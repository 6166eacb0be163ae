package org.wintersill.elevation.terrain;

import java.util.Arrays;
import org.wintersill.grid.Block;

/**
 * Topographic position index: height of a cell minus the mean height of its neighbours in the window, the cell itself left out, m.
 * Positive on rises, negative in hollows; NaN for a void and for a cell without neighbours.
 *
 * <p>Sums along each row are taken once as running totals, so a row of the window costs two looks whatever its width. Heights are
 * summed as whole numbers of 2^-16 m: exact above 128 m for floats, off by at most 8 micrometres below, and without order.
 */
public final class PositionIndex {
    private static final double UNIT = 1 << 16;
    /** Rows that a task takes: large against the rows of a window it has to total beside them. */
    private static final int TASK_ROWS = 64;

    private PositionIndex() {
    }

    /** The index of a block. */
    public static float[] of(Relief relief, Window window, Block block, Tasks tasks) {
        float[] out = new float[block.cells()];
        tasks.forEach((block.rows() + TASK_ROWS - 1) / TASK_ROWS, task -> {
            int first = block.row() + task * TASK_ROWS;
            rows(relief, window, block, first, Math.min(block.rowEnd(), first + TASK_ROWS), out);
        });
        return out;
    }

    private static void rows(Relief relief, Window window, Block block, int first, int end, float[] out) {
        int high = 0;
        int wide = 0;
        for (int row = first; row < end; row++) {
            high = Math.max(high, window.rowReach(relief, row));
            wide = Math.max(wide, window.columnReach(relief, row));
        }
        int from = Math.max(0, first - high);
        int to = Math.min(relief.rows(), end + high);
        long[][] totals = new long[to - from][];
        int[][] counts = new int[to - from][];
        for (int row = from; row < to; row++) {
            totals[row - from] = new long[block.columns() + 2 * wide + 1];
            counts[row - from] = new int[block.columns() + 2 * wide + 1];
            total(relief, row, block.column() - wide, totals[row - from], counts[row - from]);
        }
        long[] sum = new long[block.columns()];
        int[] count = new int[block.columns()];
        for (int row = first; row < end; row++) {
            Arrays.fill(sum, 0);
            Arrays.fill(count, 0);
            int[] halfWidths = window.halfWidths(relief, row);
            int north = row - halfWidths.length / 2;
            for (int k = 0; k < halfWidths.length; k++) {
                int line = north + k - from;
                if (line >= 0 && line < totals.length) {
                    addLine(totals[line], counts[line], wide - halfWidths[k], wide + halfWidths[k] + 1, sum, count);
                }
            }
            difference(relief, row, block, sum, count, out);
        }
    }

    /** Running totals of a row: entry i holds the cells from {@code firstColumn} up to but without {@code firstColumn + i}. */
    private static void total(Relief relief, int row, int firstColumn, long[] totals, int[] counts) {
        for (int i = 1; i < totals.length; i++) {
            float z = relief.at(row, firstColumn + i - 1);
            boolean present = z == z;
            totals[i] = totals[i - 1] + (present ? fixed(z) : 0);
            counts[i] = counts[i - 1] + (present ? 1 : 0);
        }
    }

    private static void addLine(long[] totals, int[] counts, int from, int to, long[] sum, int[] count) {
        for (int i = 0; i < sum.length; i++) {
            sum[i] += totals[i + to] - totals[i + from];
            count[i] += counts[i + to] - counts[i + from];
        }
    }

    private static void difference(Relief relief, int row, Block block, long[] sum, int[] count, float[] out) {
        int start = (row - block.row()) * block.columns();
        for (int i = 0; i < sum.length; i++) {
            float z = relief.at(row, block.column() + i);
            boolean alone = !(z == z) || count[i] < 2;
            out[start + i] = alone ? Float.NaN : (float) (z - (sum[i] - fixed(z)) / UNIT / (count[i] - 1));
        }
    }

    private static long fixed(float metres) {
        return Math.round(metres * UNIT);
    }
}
==
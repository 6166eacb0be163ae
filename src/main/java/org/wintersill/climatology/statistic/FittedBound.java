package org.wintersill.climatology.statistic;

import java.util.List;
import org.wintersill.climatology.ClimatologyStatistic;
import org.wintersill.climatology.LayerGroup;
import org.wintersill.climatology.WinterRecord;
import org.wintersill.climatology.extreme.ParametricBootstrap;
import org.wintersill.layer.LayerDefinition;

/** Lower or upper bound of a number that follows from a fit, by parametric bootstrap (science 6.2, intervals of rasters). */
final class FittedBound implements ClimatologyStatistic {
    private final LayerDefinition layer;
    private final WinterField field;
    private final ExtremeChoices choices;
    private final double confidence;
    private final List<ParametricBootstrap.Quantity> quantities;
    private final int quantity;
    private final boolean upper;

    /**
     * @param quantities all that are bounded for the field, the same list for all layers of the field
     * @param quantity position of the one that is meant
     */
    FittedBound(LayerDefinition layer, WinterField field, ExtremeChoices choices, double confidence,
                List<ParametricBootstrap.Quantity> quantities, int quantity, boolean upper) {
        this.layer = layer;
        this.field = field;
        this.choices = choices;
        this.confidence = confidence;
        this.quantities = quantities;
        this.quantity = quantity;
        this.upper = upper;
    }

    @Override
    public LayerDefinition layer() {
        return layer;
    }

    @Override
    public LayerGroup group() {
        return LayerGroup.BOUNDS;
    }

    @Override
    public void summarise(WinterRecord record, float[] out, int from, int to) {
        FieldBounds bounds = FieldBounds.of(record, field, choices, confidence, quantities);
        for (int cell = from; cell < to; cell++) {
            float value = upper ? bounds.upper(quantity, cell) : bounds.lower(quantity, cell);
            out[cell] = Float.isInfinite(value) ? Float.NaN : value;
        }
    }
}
==
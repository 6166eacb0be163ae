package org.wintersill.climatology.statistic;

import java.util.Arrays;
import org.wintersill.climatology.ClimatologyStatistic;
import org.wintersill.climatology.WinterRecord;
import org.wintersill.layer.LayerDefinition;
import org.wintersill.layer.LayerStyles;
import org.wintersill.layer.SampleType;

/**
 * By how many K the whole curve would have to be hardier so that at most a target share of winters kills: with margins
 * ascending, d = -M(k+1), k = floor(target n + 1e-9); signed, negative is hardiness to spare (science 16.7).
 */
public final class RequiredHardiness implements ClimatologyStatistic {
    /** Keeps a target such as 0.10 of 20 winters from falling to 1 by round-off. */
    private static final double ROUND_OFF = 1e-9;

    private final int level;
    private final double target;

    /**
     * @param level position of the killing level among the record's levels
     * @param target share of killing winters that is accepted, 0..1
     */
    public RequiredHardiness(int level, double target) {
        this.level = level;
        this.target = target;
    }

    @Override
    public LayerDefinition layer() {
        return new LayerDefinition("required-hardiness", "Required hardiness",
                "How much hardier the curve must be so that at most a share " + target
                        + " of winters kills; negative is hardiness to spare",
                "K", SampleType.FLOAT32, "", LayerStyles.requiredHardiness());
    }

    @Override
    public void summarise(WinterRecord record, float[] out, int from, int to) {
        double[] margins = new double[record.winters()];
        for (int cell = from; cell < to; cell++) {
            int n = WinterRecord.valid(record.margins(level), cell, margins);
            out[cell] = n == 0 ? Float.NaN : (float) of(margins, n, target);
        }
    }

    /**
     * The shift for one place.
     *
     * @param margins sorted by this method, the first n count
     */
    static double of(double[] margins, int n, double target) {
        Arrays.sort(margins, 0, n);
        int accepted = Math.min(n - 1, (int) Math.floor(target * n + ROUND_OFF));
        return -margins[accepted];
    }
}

- [TO DO]: As listed above, the lines from the line with "public final class PositionIndex" to the line with "int first = block.row()" are to be echoed exactly, with both ends included and nothing added.

- [YOUR RESPONSE]:
public final class PositionIndex {
    private static final double UNIT = 1 << 16;
    /** Rows that a task takes: large against the rows of a window it has to total beside them. */
    private static final int TASK_ROWS = 64;

    private PositionIndex() {
    }

    /** The index of a block. */
    public static float[] of(Relief relief, Window window, Block block, Tasks tasks) {
        float[] out = new float[block.cells()];
        tasks.forEach((block.rows() + TASK_ROWS - 1) / TASK_ROWS, task -> {
            int first = block.row() + task * TASK_ROWS;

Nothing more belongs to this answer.